My husband returned the next day and I was so calm. I did not tell him what happened, but just told him that I place the ball in his hand, and he needed to decide if I am in his future. I said that I was tired of all the fighting and drama and could not go on the way we did. We made peace and the week after that we went on holiday. I still had not told him I gave my heart to Jesus, but he knew something was different.

When we returned from holiday, I eventually spilled the beans and to my delight he told me that he also wanted to change. I started praying for his salvation. A day or two later I found out that my husband had a pornography addiction. The extent of the addiction was a big blow. The devil was pulling out all the stops to de-rail us. I forgave him and told him he needed to change, and I kept praying. On 13 May 2009 whilst working a night shift, the Lord met with him and he gave his life to Jesus. He phoned me at 3 in the morning with the good news, I was so grateful for God’s grace.

We both started our new journey with God, and we soaked Him up like a sponge. For the first time in our lives, we were free. God did a miracle in our lives and we fell in love with each other all over again. The new “us”. God renewed our marriage and made us new. The Lord is our joy every day and He is so good. He blesses us with love, peace, happiness and we live fearless. Today I only fear God. God has healed two broken people and changed us forever. The things I thought I would “have to give up” in the past, did not matter anymore, because God is “our enough”.

God taught me that He created every person equally. It does not matter what colour you are or where you live or how many degrees you have. I am not better just because I stay in a fancy house or drive a nice car.

God does not say: OOPS and you are not a mistake. God taught me that we need to be grateful for what we have. Don’t miss what He gives you today, just because you envy what others have. Everything you have, God gave you, so don’t boast about it.

Fill yourself up with God and not with the things of this world, if you do that, you will never be satisfied.

It is important to forgive other people, because God forgives us the same way as we forgive our trespassers. Forgiveness heals.

God has done so many miracles in our lives. He has blessed us with our children and He showers us with love.

Earlier this year we wanted to install a swimming pool and when we thought we could get a discounted price, God took Himself out of the box that we put Him in, and He gave us a swimming pool for free! Glory to God.

The best thing is that He is in control and we need not to worry. We should not place God’s abilities in a box, because he does not have limits.

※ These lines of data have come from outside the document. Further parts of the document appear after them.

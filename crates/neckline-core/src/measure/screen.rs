//! The plausibility screen: a file of axes whose first rows, as a whole, cannot be axes is
//! refused before anything is written, with the likely cause and its fix.

use super::columns::Kind;
use super::{csv_reader, parse_number, Header};
use crate::error::{Error, Location, Result};
use std::io::{self, BufRead, Read};

/// The plausibility screen reads at most this many bytes of the body (256 KiB) ...
pub const SCREEN_BYTES: u64 = 256 << 10;
/// ... and at most this many data rows.
pub const SCREEN_ROWS: usize = 1000;
/// The stretches (axis / d0) a measured circle's axes lie between in practice: 0.5 to 2.5,
/// i.e. −50 % to +150 % engineering strain (sheet-metal forming limits reach about 100 %
/// major strain at most, and minor strains below −50 % are beyond any drawing; common
/// practice). A row outside it is not refused for that alone (see
/// [`STRETCH_RANGE`](crate::measure::STRETCH_RANGE)); a file with most of its first rows
/// outside it is.
pub const SCREEN_STRETCH: (f64, f64) = (0.5, 2.5);

/// One sampled row of the screen: its line, axes and d0.
struct Sample {
    line: u64,
    major: f64,
    minor: f64,
    d0: Option<f64>,
}

impl Sample {
    fn implausible(&self) -> bool {
        let out = |v: f64, d0: f64| !(SCREEN_STRETCH.0..=SCREEN_STRETCH.1).contains(&(v / d0));
        self.major <= 0.0
            || self.minor <= 0.0
            || self
                .d0
                .is_some_and(|d0| out(self.major, d0) || out(self.minor, d0))
    }
}

/// Refuse a file of axes that, as a whole, cannot be axes: most of its first rows (up to
/// [`SCREEN_ROWS`] rows in [`SCREEN_BYTES`]) have an axis that is not positive or lies outside
/// [`SCREEN_STRETCH`] times d0. The message names the likely cause and its fix: the wrong
/// length unit (the axes are about 25.4 times too large or too small: `--unit`), strains in
/// percent pasted as axes (use the strain columns), or a wrong d0. Returns `input` with the
/// bytes read put back in front, so the pass reads the whole body; nothing has been written
/// when it refuses. Files that give strains are not screened (each strain row is checked
/// against −80 % to 400 %).
pub fn screen<R: BufRead>(
    mut input: R,
    header: &Header,
) -> Result<io::Chain<io::Cursor<Vec<u8>>, R>> {
    let mut head = Vec::new();
    (&mut input)
        .take(SCREEN_BYTES)
        .read_to_end(&mut head)
        .map_err(|e| Error::io(&header.file, e))?;
    if let Kind::Axes { major, minor } = header.columns.kind {
        let whole = (head.len() as u64) < SCREEN_BYTES;
        let end = if whole {
            head.len()
        } else {
            memchr::memrchr(b'\n', &head).map_or(0, |i| i + 1)
        };
        let rows = sample(&head[..end], header, major, minor);
        judge_sample(&rows, header)?;
    }
    Ok(io::Cursor::new(head).chain(input))
}

/// The axes of the first rows of `body` whose two axes are numbers.
fn sample(body: &[u8], header: &Header, major: usize, minor: usize) -> Vec<Sample> {
    let mut reader = csv_reader(header.dialect, body);
    let mut record = csv::StringRecord::new();
    let mut rows = Vec::new();
    let number = |r: &csv::StringRecord, c: usize| {
        r.get(c)
            .filter(|f| f.len() <= 64)
            .and_then(|f| parse_number(f, header.dialect).ok())
    };
    // A record the reader cannot read ends the sample: the pass reports it.
    while rows.len() < SCREEN_ROWS && matches!(reader.read_record(&mut record), Ok(true)) {
        let (Some(a), Some(b)) = (number(&record, major), number(&record, minor)) else {
            continue;
        };
        let row_d0 = header.columns.d0.and_then(|c| number(&record, c));
        rows.push(Sample {
            line: header.lines + record.position().map_or(1, |p| p.line()),
            major: a,
            minor: b,
            d0: row_d0.filter(|d| *d > 0.0).or(header.rules.d0),
        });
    }
    rows
}

/// Refuse the sample when more than half of its rows are implausible and a likely cause is
/// found (the unit, strains in percent), or when nine in ten are (a wrong d0); otherwise the
/// rows are judged, or rejected, one by one.
fn judge_sample(rows: &[Sample], header: &Header) -> Result<()> {
    let bad: Vec<&Sample> = rows.iter().filter(|r| r.implausible()).collect();
    if rows.is_empty() || 2 * bad.len() <= rows.len() {
        return Ok(());
    }
    let first = bad[0];
    let mut ratios: Vec<f64> = rows
        .iter()
        .filter(|r| r.major > 0.0)
        .filter_map(|r| Some(r.major / r.d0?))
        .collect();
    ratios.sort_by(f64::total_cmp);
    let median = ratios.get(ratios.len() / 2).copied();
    let fits = |r: f64| (SCREEN_STRETCH.0..=SCREEN_STRETCH.1).contains(&r);
    let mm = crate::units::MM_PER_INCH;
    let shown = |r: &Sample| {
        let (a, b) = (short(r.major), short(r.minor));
        match r.d0 {
            Some(d0) => format!(
                "line {}: major {a}, minor {b} with d0 {} would be {} % and {} % strain",
                r.line,
                round4(d0),
                short((100.0 * (r.major / d0 - 1.0)).round()),
                short((100.0 * (r.minor / d0 - 1.0)).round())
            ),
            None => format!("line {}: major {a}, minor {b}", r.line),
        }
    };
    use crate::units::LengthUnit::{In, Mm};
    let cause = match (median, header.rules.unit) {
        (Some(m), Mm) if fits(m * mm) => format!(
            "the axes are about {mm} times smaller than d0: the file looks like inches read \
             as millimetres. Give --unit in (a job file's d0 is converted; --d0 is read in \
             --unit)"
        ),
        (Some(m), In) if fits(m / mm) => format!(
            "the axes are about {mm} times larger than d0: the file looks like millimetres \
             read as inches. Give --unit mm (a job file's d0 is converted; --d0 is read in \
             --unit)"
        ),
        (m, _) if looks_like_percent(rows, m) => {
            "the file looks like strains in percent pasted as \
             axes. Name its columns major_eng_pct and minor_eng_pct (or major_true_pct and \
             minor_true_pct for true strain), or map them with --column \
             major_eng_pct=HEADER --column minor_eng_pct=HEADER"
                .to_string()
        }
        _ if 10 * bad.len() >= 9 * rows.len() => "the axes are far from d0: is d0 the \
             initial circle diameter, in the file's unit (--d0, a d0 column or the job file)?"
            .to_string(),
        _ => return Ok(()),
    };
    let d0_word = match header.rules.d0 {
        Some(d) => format!("d0 {}", round4(d)),
        None => "d0".into(),
    };
    Err(Error::input(
        Location::file(&header.file).at_line(first.line),
        format!(
            "{} of the first {} rows cannot be the axes of a stretched circle (not positive, or \
             not {} to {} times {d0_word}), e.g. {}: {cause}; the whole file is refused, nothing \
             was written",
            bad.len(),
            rows.len(),
            SCREEN_STRETCH.0,
            SCREEN_STRETCH.1,
            shown(first),
        ),
    ))
}

/// A length for a message, to 4 decimals.
fn round4(v: f64) -> f64 {
    (v * 1e4).round() / 1e4
}

/// A number for a message: in exponent form when very large or very small.
fn short(v: f64) -> String {
    if v.abs() > 0.0 && !(1e-3..1e6).contains(&v.abs()) {
        format!("{v:e}")
    } else {
        format!("{v}")
    }
}

/// Whether sampled axes read better as strains in percent: some are negative, or the axes
/// are larger than d0 allows (median stretch above [`SCREEN_STRETCH`]) while every value lies
/// within the plausible strain range (−80 % to 400 %) with the major above the minor.
fn looks_like_percent(rows: &[Sample], median: Option<f64>) -> bool {
    let range = |v: f64| (-80.0..=400.0).contains(&v);
    rows.iter().any(|r| r.major < 0.0 || r.minor < 0.0)
        || (median.is_some_and(|m| m > SCREEN_STRETCH.1)
            && rows
                .iter()
                .all(|r| range(r.major) && range(r.minor) && r.major >= r.minor))
}

#[cfg(test)]
mod tests {
    //! Expectations from the doc comments of [`screen`] and [`SCREEN_STRETCH`] and README.md,
    //! "What input is refused, and why" ("Axes that cannot be axes").
    use super::super::{ColumnMap, RowRules};
    use super::*;
    use crate::units::LengthUnit;
    use std::path::Path;

    /// Screen `rows` (CSV lines of id, major, minor) under d0 `d0` in `unit`; the error text,
    /// or the body as the pass would read it.
    fn run(header: &str, rows: &[String], d0: Option<f64>, unit: LengthUnit) -> Result<String> {
        let header = Header::read(
            &mut header.as_bytes(),
            Path::new("m.csv"),
            &ColumnMap::default(),
        )
        .unwrap()
        .with_rules(RowRules {
            d0,
            reading_error: None,
            unit,
        });
        let body = rows.concat();
        let mut back = String::new();
        screen(body.as_bytes(), &header)?
            .read_to_string(&mut back)
            .unwrap();
        assert_eq!(back, body);
        Ok(back)
    }

    fn rows(n: usize, major: f64, minor: f64) -> Vec<String> {
        (0..n).map(|i| format!("P{i},{major},{minor}\n")).collect()
    }

    fn both(a: Vec<String>, b: Vec<String>) -> Vec<String> {
        a.into_iter().chain(b).collect()
    }

    const AXES: &str = "id,major,minor\n";

    #[test]
    fn inches_read_as_millimetres_are_refused_when_more_than_half_are_out() {
        // 2.8 mm and 2.6 mm written in inches, d0 2.5 mm.
        let inch = || rows(3, 0.110, 0.102);
        let e = run(
            AXES,
            &both(inch(), rows(2, 2.8, 2.6)),
            Some(2.5),
            LengthUnit::Mm,
        )
        .unwrap_err()
        .to_string();
        assert!(
            e.starts_with("m.csv:2: 3 of the first 5 rows cannot be the axes"),
            "{e}"
        );
        assert!(e.contains("not 0.5 to 2.5 times d0 2.5"), "{e}");
        assert!(e.contains("Give --unit in"), "{e}");
        // Half is not more than half: the rows are judged one by one.
        assert!(run(
            AXES,
            &both(rows(2, 0.110, 0.102), rows(2, 2.8, 2.6)),
            Some(2.5),
            LengthUnit::Mm
        )
        .is_ok());
    }

    #[test]
    fn millimetres_read_as_inches_are_refused() {
        // d0 0.1 in (2.54 mm), axes in mm.
        let e = run(AXES, &rows(4, 2.8, 2.6), Some(0.1), LengthUnit::In)
            .unwrap_err()
            .to_string();
        assert!(e.contains("Give --unit mm"), "{e}");
    }

    #[test]
    fn strains_in_percent_pasted_as_axes_are_refused() {
        let e = run(AXES, &rows(3, 25.0, -5.0), None, LengthUnit::Mm)
            .unwrap_err()
            .to_string();
        assert!(e.contains("strains in percent pasted as axes"), "{e}");
        // Larger than d0 allows but plausible percentages: 6.5 and 5.5 with d0 2 (README).
        let e = run(AXES, &rows(3, 6.5, 5.5), Some(2.0), LengthUnit::Mm)
            .unwrap_err()
            .to_string();
        assert!(e.contains("would be 225 % and 175 % strain"), "{e}");
        assert!(e.contains("--column major_eng_pct=HEADER"), "{e}");
    }

    #[test]
    fn a_wrong_d0_is_questioned_only_when_nine_rows_in_ten_are_out() {
        // 500 and 450 are neither a unit away from d0 2.5 nor percentages (above 400).
        let far = |n| rows(n, 500.0, 450.0);
        let e = run(
            AXES,
            &both(far(9), rows(1, 2.8, 2.6)),
            Some(2.5),
            LengthUnit::Mm,
        )
        .unwrap_err()
        .to_string();
        assert!(e.contains("9 of the first 10 rows"), "{e}");
        assert!(e.contains("is d0 the initial circle diameter"), "{e}");
        assert!(run(
            AXES,
            &both(far(8), rows(2, 2.8, 2.6)),
            Some(2.5),
            LengthUnit::Mm
        )
        .is_ok());
    }

    #[test]
    fn strain_files_and_unreadable_rows_are_not_screened() {
        let strains = "id,major_eng_pct,minor_eng_pct\n";
        assert!(run(strains, &rows(5, 500.0, 450.0), Some(2.5), LengthUnit::Mm).is_ok());
        let words: Vec<String> = (0..5).map(|i| format!("P{i},big,small\n")).collect();
        assert!(run(AXES, &words, Some(2.5), LengthUnit::Mm).is_ok());
    }
}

Today we are on the narrow road and still face heart ship sometimes, but this time our God, creator of the heavens and earth walks in front of us and He comforts us. Our boys are such a blessing and joy and I would not have it any other way.

We are free.................Death where is your sting?
I look forward to the day I meet Jesus face to face at the start of my eternal life.
I love you Jesus and thank you that you died for me on the cross.